Work order: Report how many lines of the records below include the word "import". Give nothing but the number.

Stored data entries
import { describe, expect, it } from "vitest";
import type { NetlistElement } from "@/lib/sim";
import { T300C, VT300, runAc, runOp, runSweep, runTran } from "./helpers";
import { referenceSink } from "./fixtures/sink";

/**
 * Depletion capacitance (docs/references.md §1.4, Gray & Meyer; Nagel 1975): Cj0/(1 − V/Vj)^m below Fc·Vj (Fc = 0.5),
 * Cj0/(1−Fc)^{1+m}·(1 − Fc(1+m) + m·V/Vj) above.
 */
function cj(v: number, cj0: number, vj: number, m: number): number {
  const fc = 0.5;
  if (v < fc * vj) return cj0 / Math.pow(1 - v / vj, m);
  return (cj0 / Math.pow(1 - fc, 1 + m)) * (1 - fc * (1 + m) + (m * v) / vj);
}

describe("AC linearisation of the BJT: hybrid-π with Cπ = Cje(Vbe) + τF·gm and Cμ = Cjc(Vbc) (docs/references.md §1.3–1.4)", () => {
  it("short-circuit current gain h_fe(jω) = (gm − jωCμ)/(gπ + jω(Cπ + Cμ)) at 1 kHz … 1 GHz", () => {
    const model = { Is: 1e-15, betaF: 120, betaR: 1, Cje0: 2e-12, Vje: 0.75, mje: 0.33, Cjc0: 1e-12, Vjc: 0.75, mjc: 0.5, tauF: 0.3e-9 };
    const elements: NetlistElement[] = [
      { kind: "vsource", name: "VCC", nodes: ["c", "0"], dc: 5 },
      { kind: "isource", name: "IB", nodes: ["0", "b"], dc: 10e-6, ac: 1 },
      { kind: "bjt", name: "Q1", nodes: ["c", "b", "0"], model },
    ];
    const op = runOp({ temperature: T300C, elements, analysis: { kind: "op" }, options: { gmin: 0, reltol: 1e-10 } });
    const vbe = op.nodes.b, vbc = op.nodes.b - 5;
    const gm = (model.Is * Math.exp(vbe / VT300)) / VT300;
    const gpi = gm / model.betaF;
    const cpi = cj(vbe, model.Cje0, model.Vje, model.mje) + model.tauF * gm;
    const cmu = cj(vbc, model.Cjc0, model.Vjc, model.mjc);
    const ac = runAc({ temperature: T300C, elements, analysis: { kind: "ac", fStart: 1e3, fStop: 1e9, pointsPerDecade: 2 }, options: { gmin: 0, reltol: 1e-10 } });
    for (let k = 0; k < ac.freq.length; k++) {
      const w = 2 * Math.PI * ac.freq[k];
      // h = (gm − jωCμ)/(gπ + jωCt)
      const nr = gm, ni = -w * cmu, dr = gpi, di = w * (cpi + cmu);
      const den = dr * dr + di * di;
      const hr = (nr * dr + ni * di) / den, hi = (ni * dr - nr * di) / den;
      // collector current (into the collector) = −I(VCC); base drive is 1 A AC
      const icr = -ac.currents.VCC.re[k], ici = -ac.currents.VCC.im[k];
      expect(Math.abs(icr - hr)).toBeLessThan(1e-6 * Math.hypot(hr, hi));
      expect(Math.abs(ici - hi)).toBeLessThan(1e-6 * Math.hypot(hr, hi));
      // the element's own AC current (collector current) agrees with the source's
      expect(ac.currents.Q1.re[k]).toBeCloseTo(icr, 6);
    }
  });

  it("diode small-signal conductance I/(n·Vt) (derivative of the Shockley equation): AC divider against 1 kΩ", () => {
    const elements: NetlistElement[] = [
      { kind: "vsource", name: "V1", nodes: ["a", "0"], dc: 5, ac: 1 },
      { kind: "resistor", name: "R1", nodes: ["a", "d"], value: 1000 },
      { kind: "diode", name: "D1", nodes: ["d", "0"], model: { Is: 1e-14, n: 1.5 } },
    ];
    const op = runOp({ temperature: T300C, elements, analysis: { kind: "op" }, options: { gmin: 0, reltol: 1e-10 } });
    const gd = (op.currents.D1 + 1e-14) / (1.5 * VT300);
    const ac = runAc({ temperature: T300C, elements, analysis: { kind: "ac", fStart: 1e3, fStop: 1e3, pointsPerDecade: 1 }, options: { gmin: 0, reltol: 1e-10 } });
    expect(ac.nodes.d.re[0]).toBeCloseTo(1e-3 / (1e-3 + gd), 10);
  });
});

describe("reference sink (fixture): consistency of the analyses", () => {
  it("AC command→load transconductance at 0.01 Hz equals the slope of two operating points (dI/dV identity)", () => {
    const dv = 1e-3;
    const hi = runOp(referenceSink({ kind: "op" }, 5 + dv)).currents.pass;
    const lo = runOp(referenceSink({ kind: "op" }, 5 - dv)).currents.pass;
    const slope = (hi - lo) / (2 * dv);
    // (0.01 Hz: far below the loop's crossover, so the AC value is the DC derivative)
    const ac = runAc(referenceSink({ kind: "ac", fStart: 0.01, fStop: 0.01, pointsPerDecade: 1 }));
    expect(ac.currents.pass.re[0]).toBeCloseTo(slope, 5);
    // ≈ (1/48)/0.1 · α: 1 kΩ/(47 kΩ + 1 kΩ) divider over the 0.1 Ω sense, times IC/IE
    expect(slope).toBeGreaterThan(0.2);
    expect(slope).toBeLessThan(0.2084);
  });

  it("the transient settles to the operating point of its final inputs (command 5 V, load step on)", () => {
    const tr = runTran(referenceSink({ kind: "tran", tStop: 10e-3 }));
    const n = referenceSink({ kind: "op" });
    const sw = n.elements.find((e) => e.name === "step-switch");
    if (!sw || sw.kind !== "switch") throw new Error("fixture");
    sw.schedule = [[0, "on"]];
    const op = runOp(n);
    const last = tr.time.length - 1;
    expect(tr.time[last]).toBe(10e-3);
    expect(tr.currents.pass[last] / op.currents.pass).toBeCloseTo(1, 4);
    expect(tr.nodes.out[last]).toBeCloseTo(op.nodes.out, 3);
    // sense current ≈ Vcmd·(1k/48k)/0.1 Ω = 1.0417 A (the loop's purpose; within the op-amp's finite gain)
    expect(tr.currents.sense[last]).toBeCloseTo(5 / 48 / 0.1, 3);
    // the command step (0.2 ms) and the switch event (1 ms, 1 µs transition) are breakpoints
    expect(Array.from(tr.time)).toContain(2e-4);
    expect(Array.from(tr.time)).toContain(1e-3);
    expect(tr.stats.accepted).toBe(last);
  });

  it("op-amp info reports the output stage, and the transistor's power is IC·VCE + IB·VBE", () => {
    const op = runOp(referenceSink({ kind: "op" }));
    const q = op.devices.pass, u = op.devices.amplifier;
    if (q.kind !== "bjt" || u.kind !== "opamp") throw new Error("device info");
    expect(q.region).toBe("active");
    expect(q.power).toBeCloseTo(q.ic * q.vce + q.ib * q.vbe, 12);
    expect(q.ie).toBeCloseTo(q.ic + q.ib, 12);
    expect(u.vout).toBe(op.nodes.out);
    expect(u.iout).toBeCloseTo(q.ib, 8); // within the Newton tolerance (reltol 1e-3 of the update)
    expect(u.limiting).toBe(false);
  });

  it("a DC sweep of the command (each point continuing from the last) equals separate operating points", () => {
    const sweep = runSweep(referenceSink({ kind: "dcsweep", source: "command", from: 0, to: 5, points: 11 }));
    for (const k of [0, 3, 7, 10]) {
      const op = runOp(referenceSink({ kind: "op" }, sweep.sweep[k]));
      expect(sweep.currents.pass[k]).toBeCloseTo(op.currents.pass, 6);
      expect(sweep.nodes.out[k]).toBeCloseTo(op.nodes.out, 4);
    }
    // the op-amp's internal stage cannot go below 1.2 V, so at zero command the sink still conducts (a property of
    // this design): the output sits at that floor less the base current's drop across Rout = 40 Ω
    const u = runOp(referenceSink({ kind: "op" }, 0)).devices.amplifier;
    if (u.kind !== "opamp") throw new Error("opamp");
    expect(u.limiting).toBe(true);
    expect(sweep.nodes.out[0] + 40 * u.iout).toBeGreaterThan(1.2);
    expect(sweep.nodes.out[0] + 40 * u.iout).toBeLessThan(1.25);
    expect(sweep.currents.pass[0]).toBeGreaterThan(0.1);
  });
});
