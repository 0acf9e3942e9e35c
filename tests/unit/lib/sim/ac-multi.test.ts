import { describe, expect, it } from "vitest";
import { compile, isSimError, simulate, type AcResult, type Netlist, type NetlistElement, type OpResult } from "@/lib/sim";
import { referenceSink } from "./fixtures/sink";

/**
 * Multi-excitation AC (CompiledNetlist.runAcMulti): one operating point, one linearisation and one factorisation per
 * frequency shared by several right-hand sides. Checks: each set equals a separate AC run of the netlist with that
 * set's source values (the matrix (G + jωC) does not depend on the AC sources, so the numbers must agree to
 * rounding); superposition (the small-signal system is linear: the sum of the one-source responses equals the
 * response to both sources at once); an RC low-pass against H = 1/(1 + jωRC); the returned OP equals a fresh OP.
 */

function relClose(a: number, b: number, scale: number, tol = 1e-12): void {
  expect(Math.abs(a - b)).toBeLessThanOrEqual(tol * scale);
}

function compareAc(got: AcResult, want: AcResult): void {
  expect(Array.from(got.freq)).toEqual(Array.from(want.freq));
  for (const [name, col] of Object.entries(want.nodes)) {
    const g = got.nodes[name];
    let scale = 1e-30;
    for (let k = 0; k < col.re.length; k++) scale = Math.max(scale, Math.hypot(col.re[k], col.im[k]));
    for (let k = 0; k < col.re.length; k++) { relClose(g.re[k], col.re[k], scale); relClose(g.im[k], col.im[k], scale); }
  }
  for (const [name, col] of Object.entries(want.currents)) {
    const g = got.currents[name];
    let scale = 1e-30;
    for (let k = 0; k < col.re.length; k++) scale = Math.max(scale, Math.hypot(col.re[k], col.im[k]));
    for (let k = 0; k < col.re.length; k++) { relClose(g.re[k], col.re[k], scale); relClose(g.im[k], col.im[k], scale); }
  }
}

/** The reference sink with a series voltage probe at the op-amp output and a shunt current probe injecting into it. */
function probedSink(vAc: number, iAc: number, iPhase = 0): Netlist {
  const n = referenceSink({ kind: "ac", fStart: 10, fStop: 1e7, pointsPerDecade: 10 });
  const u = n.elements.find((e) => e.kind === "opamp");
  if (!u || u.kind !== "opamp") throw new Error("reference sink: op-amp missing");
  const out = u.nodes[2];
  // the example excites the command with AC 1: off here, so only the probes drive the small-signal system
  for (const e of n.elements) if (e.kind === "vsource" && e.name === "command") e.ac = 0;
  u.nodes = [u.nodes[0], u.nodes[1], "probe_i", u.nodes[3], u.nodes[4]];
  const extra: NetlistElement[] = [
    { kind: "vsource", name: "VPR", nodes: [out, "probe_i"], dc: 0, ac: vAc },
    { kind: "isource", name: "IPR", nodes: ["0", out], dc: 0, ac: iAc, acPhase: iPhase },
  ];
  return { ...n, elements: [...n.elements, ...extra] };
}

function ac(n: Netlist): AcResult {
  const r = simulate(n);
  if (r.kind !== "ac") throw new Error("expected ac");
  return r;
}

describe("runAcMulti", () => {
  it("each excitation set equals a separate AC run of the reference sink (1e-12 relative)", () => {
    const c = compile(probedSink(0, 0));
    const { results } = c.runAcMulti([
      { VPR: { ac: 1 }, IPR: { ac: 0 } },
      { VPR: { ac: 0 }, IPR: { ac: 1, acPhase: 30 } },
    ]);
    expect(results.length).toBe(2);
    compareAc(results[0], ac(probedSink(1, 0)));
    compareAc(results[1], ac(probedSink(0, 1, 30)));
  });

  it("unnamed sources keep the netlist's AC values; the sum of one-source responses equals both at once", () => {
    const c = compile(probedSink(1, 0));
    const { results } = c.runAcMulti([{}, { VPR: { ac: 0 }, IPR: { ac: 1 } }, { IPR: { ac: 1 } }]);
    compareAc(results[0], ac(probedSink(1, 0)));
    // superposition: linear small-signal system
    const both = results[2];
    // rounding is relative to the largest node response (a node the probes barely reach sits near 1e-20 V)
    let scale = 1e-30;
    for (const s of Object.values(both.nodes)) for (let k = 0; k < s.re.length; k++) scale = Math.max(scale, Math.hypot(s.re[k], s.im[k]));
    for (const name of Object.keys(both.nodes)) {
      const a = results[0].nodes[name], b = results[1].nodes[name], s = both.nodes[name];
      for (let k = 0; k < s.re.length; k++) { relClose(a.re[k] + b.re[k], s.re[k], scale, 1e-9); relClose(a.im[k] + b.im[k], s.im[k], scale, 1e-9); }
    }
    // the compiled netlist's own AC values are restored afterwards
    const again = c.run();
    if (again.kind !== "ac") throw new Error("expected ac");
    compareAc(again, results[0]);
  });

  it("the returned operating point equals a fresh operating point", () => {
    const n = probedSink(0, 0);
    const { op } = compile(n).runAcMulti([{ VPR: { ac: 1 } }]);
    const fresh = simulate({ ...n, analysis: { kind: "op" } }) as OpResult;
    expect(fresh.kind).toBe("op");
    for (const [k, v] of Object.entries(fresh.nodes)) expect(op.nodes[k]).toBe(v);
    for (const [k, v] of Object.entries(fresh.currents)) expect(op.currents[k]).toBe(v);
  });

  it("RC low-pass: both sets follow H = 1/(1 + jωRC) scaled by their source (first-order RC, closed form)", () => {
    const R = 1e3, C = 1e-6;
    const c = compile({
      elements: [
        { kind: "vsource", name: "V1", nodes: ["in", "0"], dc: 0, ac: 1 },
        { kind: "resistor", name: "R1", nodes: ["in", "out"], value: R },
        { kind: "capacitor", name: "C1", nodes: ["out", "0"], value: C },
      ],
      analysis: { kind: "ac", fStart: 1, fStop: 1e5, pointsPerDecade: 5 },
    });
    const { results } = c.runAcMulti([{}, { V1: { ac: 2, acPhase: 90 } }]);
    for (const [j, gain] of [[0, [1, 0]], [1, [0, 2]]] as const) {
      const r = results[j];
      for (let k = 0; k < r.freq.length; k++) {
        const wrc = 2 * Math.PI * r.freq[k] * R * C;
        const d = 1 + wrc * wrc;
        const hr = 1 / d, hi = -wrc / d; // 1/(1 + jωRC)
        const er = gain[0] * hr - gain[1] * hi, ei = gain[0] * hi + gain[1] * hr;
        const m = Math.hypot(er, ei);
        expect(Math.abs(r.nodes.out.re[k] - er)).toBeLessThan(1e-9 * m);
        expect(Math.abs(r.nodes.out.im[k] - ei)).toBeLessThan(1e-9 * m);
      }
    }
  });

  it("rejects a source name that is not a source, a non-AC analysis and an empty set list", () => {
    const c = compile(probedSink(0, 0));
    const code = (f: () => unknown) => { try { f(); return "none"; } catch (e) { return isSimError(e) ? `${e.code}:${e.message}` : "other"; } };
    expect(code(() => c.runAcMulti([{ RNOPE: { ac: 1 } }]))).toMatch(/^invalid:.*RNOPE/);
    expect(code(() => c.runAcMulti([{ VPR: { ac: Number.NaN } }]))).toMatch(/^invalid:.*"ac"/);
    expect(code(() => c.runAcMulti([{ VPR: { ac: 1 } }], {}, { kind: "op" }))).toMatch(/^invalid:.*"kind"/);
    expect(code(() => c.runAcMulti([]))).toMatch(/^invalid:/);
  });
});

Result of this exercise: 7